Transactions of the Canadian Society for Mechanical Engineering ◽

10.1139/tcsme-2008-0016 ◽

2008 ◽

Vol 32 (2) ◽

pp. 251-266

Author(s):

Shyue-Cheng Yang ◽

Tsang-Lang Liang

Keyword(s):

Planetary Gear ◽

Conjugate Problem ◽

Gear Ratio ◽

Gear Train ◽

Tooth Surface ◽

The Sun ◽

Ring Gear ◽

Planetary Gear Train ◽

Envelope Method ◽

Planet Gear

This paper proposes a planetary gear train with ring-involute tooth profile. Inherent in a planetary gear train is the conjugate problem among the sun, the planet gears and the ring gear. The sun gear and the planet gear can be obtained by applying the envelope method to a one-parameter family of a conical tooth surface.
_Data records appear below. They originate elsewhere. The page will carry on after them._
def _covariate_tables(covariates: Any) -> list[dict[str, Any]]:
    """``covariates=``: a name, a list of names, or a list of mappings of [[covariates]] keys."""
    if covariates is None:
        return []
    items = [covariates] if isinstance(covariates, (str, Mapping)) else covariates
    if not isinstance(items, (list, tuple)):
        raise PlanError(f"analyze(): 'covariates' must be a column name, a list of names or a list of mappings such "
                        f"as [{{\"name\": \"pretest\"}}] (got {type(covariates).__name__}).")
    out = []
    for j, item in enumerate(items):
        if isinstance(item, str):
            out.append({"name": item})
        elif isinstance(item, Mapping):
            _check_keys(item, _COVARIATE_KEYS, f"covariates[{j}]")
            if "name" not in item:
                raise PlanError(f"analyze(): covariates[{j}] has no 'name'; give the covariate's column, e.g. "
                                "{\"name\": \"pretest\"}.")
            out.append({k: _plain_arg(v) for k, v in item.items() if v is not None})
        else:
            raise PlanError(f"analyze(): covariates[{j}] must be a column name or a mapping with 'name' "
                            f"(got {type(item).__name__} {item!r}).")
    return out


def _check_keys(spec: Mapping[Any, Any], allowed: tuple[str, ...], where: str) -> None:
    for key in spec:
        if key not in allowed:
            hint = difflib.get_close_matches(str(key), allowed, n=1, cutoff=0.6)
            fix = f" Did you mean '{hint[0]}'?" if hint else f" The keys are {', '.join(allowed)}."
            raise PlanError(f"analyze(): {where} has the key {key!r}, which is not known.{fix}")


def _check_text(value: Any, where: str = "") -> None:
    """Text that a plan file could not hold (a lone surrogate) is refused here, by argument."""
    if isinstance(value, str):
        bad = re.search("[\ud800-\udfff]", value)
        if bad:
            raise PlanError(f"analyze(): {where or 'an argument'} holds the lone surrogate U+{ord(bad.group()):04X} "
                            "(not a character of Unicode text); decode the text properly first.")
    elif isinstance(value, Mapping):
        for k, v in value.items():
            _check_text(k, where)
            _check_text(v, where or repr(k))
    elif isinstance(value, list):
        for v in value:
            _check_text(v, where)


_PLAN_PATH = re.compile(r"^" + re.escape(ANALYZE_SOURCE) + r"(?:, line \d+)?: '([^']*)' ", re.S)
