def _check_effect_spelling(ck: _Checker, effect: str, path: str, loc: dict) -> None:
    """Refuse the operators of model-formula languages in an effect: the plan writes A x B."""
    outside = re.sub(r"`[^`]*`", lambda m: " " * len(m.group()), effect)  # names in backticks may hold anything
    for op in (":", "*"):
        if op in outside:
            names = [effect[m.start():m.end()].strip() for m in re.finditer(r"[^:*]+", outside)]
            fix = " x ".join(n for n in names if n) or "A x B"
            meaning = "in a plan, factors of an interaction are joined by x"
            if op == "*":
                meaning += " ('*' in model formulas also adds every main effect, which an effect here does not)"
            raise ck.fail(
                path,
                f"uses '{op}' (got {_show(effect)}); {meaning}. Write effect = \"{fix}\" (or with ×), "
                "and test each main effect in its own [[hypotheses]].",
                key="effect", **loc,
            )


def _read_study(doc, ck: _Checker) -> StudySpec:
    t = _table(doc, "study", ck, required=False)
    loc = {"table": "study"}
    ck.unknown_keys(t, _STUDY_KEYS, "study.", **loc)
    values = {k: ck.text(t, k, f"study.{k}", required=False, limit=D.MAX_DESCRIPTION_CHARS, **loc) for k in _STUDY_KEYS}
    return StudySpec(**values)


def _read_planning(doc, ck: _Checker, analysis: AnalysisSpec) -> PlanningSpec | None:
    """The optional ``[planning]`` table (see :data:`~reporter.intake.defaults.PLANNING_DEFAULTS`)."""
    if "planning" not in doc:
        return None
    t = _table(doc, "planning", ck, required=False)
    loc = {"table": "planning"}
    ck.unknown_keys(t, tuple(D.PLANNING_DEFAULTS), "planning.", **loc)
    sizes = {}
    examples = {"smallest_effect_f": "0.25", "smallest_effect_d": "0.5", "smallest_difference": "3.5",
                "assumed_sd": "5"}
    for key, example in examples.items():
        v = t.get(key)
        if v is None:
            sizes[key] = None
            continue
        if isinstance(v, bool) or not isinstance(v, (int, float)) or not math.isfinite(v) or not 0 < v <= 1e100:
            raise ck.fail(f"planning.{key}", f"must be a positive number such as {example} "
                          f"(got {ck.raw(key, v, **loc)}).", key=key, **loc)
        sizes[key] = float(v)
    if sizes["smallest_effect_d"] is not None and sizes["smallest_difference"] is not None:
        raise ck.fail("planning.smallest_difference", "cannot stand beside 'smallest_effect_d': give the smallest "
                      "contrast of interest once, either standardized (d) or in the outcome's units with assumed_sd.",
                      key="smallest_difference", **loc)
    if sizes["smallest_difference"] is not None and sizes["assumed_sd"] is None:
        raise ck.fail("planning.assumed_sd", "is required with 'smallest_difference': add the within-cell SD you "
                      "expect, e.g. assumed_sd = 5, so the difference can be put on the scale of the tests.",
                      key="smallest_difference", **loc)
    if sizes["assumed_sd"] is not None and sizes["smallest_difference"] is None:
        raise ck.fail("planning.assumed_sd", "is only used with 'smallest_difference' (the smallest contrast in the "
                      "outcome's units): add that key, or remove assumed_sd.", key="assumed_sd", **loc)
    if all(sizes[k] is None for k in ("smallest_effect_f", "smallest_effect_d", "smallest_difference")):
        raise ck.fail("planning", "names no smallest effect of interest: add smallest_effect_f (Cohen's f, for F "
                      "tests), smallest_effect_d (for one-row contrasts) or smallest_difference with assumed_sd.",
                      table="planning")
    powers = t.get("powers", list(D.PLANNING_DEFAULTS["powers"]))
    if (not isinstance(powers, list) or not powers or len(powers) > D.MAX_PLANNING_POWERS
            or not all(isinstance(p, (int, float)) and not isinstance(p, bool) for p in powers)):
        raise ck.fail("planning.powers", f"must be a list of 1 to {D.MAX_PLANNING_POWERS} powers such as [0.8, 0.9] "
                      f"(got {_show(powers)}).", key="powers", **loc)
    for j, p in enumerate(powers, start=1):
        if not (analysis.alpha < p < 1):
            raise ck.fail(f"planning.powers[{j}]", f"must lie between alpha ({analysis.alpha:g}) and 1, such as 0.8 "
                          f"(got {_show(p)}).", key="powers", **loc)
    if len(set(powers)) != len(powers):
        raise ck.fail("planning.powers", f"lists a power twice (got {_show(powers)}); list each once.",
                      key="powers", **loc)
    return PlanningSpec(powers=tuple(float(p) for p in powers), **sizes)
The conical tooth rack cutter was presented in a previous paper [5]. The obtained planet gear then becomes the generating surface. The double envelope method can be used to obtain the envelope to the family of generating surfaces. Subsequently the profile of a ring gear of the planetary gear trains can be easily obtained, and using the generated planet gear and applying the gear theory, the ring gear is generated. To illustrate, the planetary gear train with a gear ratio of 24:10:7 is presented. Using rapid prototyping and manufacturing technology, a sun gear, four planet gears, and a ring gear are designed. The RP primitives provide an actual full-size physical model that can be analyzed and used for further development. Results from these mathematical models are applicable to the design of a planetary gear train.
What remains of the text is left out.